Collected data:
┏━━

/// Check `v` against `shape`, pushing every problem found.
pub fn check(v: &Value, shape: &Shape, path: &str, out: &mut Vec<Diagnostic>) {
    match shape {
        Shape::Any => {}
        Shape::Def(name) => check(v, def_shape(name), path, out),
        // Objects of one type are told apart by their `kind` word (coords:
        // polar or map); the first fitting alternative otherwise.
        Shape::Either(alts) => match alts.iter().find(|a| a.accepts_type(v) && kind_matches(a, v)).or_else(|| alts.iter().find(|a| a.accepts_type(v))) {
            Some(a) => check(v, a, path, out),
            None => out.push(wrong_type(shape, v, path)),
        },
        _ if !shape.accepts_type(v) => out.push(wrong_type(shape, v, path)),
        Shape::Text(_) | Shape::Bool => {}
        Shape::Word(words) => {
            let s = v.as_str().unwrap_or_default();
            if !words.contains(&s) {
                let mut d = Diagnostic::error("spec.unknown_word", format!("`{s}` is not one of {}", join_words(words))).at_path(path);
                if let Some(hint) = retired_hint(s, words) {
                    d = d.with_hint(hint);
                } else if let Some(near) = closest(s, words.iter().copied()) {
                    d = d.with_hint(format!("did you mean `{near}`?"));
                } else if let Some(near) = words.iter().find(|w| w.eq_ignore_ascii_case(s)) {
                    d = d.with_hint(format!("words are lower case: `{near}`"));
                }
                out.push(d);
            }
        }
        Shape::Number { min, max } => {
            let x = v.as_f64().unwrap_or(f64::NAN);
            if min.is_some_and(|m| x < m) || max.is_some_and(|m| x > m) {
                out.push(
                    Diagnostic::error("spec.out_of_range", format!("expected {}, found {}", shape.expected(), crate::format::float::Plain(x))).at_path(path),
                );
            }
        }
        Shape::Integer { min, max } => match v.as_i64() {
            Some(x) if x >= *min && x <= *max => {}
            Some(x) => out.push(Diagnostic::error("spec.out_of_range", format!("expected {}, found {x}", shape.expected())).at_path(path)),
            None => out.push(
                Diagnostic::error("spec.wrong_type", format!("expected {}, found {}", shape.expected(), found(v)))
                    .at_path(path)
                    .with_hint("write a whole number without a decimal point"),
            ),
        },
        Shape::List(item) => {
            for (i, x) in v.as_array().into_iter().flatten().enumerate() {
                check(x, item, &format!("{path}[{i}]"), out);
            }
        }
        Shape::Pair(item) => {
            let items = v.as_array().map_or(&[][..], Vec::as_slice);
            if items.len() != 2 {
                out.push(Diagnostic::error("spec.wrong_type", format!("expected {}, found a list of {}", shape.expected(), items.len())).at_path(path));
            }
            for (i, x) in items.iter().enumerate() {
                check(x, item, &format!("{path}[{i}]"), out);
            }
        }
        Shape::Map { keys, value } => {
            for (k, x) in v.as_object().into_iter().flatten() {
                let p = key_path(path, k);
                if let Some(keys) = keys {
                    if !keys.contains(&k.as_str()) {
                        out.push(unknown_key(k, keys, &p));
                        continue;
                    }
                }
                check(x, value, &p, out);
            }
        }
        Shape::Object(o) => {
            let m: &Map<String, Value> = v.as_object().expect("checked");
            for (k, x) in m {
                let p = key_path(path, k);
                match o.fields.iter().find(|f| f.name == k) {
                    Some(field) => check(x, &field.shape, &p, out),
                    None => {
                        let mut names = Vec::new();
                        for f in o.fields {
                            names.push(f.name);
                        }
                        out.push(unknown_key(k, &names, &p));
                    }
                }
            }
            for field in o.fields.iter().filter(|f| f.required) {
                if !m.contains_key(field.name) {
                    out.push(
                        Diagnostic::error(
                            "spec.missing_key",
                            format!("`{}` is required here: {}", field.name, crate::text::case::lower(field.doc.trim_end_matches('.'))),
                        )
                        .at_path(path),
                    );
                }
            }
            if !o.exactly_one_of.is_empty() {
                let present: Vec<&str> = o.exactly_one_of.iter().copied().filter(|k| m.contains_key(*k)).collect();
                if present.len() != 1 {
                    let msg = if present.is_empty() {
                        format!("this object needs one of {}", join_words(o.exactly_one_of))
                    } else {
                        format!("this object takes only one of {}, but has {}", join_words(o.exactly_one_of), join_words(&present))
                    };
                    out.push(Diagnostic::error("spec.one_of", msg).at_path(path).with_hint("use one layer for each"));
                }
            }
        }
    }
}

┗━━

▶ _TASK DESCRIPTION_
Give the data again, exactly as it stands.

▶ _ANSWER SECTION_
/// Check `v` against `shape`, pushing every problem found.
pub fn check(v: &Value, shape: &Shape, path: &str, out: &mut Vec<Diagnostic>) {
    match shape {
        Shape::Any => {}
        Shape::Def(name) => check(v, def_shape(name), path, out),
        // Objects of one type are told apart by their `kind` word (coords:
        // polar or map); the first fitting alternative otherwise.
        Shape::Either(alts) => match alts.iter().find(|a| a.accepts_type(v) && kind_matches(a, v)).or_else(|| alts.iter().find(|a| a.accepts_type(v))) {
            Some(a) => check(v, a, path, out),
            None => out.push(wrong_type(shape, v, path)),
        },
        _ if !shape.accepts_type(v) => out.push(wrong_type(shape, v, path)),
        Shape::Text(_) | Shape::Bool => {}
        Shape::Word(words) => {
            let s = v.as_str().unwrap_or_default();
            if !words.contains(&s) {
                let mut d = Diagnostic::error("spec.unknown_word", format!("`{s}` is not one of {}", join_words(words))).at_path(path);
                if let Some(hint) = retired_hint(s, words) {
                    d = d.with_hint(hint);
                } else if let Some(near) = closest(s, words.iter().copied()) {
                    d = d.with_hint(format!("did you mean `{near}`?"));
                } else if let Some(near) = words.iter().find(|w| w.eq_ignore_ascii_case(s)) {
                    d = d.with_hint(format!("words are lower case: `{near}`"));
                }
                out.push(d);
            }
        }
        Shape::Number { min, max } => {
            let x = v.as_f64().unwrap_or(f64::NAN);
            if min.is_some_and(|m| x < m) || max.is_some_and(|m| x > m) {
                out.push(
                    Diagnostic::error("spec.out_of_range", format!("expected {}, found {}", shape.expected(), crate::format::float::Plain(x))).at_path(path),
                );
            }
        }
        Shape::Integer { min, max } => match v.as_i64() {
            Some(x) if x >= *min && x <= *max => {}
            Some(x) => out.push(Diagnostic::error("spec.out_of_range", format!("expected {}, found {x}", shape.expected())).at_path(path)),
            None => out.push(
                Diagnostic::error("spec.wrong_type", format!("expected {}, found {}", shape.expected(), found(v)))
                    .at_path(path)
                    .with_hint("write a whole number without a decimal point"),
            ),
        },
        Shape::List(item) => {
            for (i, x) in v.as_array().into_iter().flatten().enumerate() {
                check(x, item, &format!("{path}[{i}]"), out);
            }
        }
        Shape::Pair(item) => {
            let items = v.as_array().map_or(&[][..], Vec::as_slice);
            if items.len() != 2 {
                out.push(Diagnostic::error("spec.wrong_type", format!("expected {}, found a list of {}", shape.expected(), items.len())).at_path(path));
            }
            for (i, x) in items.iter().enumerate() {
                check(x, item, &format!("{path}[{i}]"), out);
            }
        }
        Shape::Map { keys, value } => {
            for (k, x) in v.as_object().into_iter().flatten() {
                let p = key_path(path, k);
                if let Some(keys) = keys {
                    if !keys.contains(&k.as_str()) {
                        out.push(unknown_key(k, keys, &p));
                        continue;
                    }
                }
                check(x, value, &p, out);
            }
        }
        Shape::Object(o) => {
            let m: &Map<String, Value> = v.as_object().expect("checked");
            for (k, x) in m {
                let p = key_path(path, k);
                match o.fields.iter().find(|f| f.name == k) {
                    Some(field) => check(x, &field.shape, &p, out),
                    None => {
                        let mut names = Vec::new();
                        for f in o.fields {
                            names.push(f.name);
                        }
                        out.push(unknown_key(k, &names, &p));
                    }
                }
            }
            for field in o.fields.iter().filter(|f| f.required) {
                if !m.contains_key(field.name) {
                    out.push(
                        Diagnostic::error(
                            "spec.missing_key",
                            format!("`{}` is required here: {}", field.name, crate::text::case::lower(field.doc.trim_end_matches('.'))),
                        )
                        .at_path(path),
                    );
                }
            }
            if !o.exactly_one_of.is_empty() {
                let present: Vec<&str> = o.exactly_one_of.iter().copied().filter(|k| m.contains_key(*k)).collect();
                if present.len() != 1 {
                    let msg = if present.is_empty() {
                        format!("this object needs one of {}", join_words(o.exactly_one_of))
                    } else {
                        format!("this object takes only one of {}, but has {}", join_words(o.exactly_one_of), join_words(&present))
                    };
                    out.push(Diagnostic::error("spec.one_of", msg).at_path(path).with_hint("use one layer for each"));
                }
            }
        }
    }
}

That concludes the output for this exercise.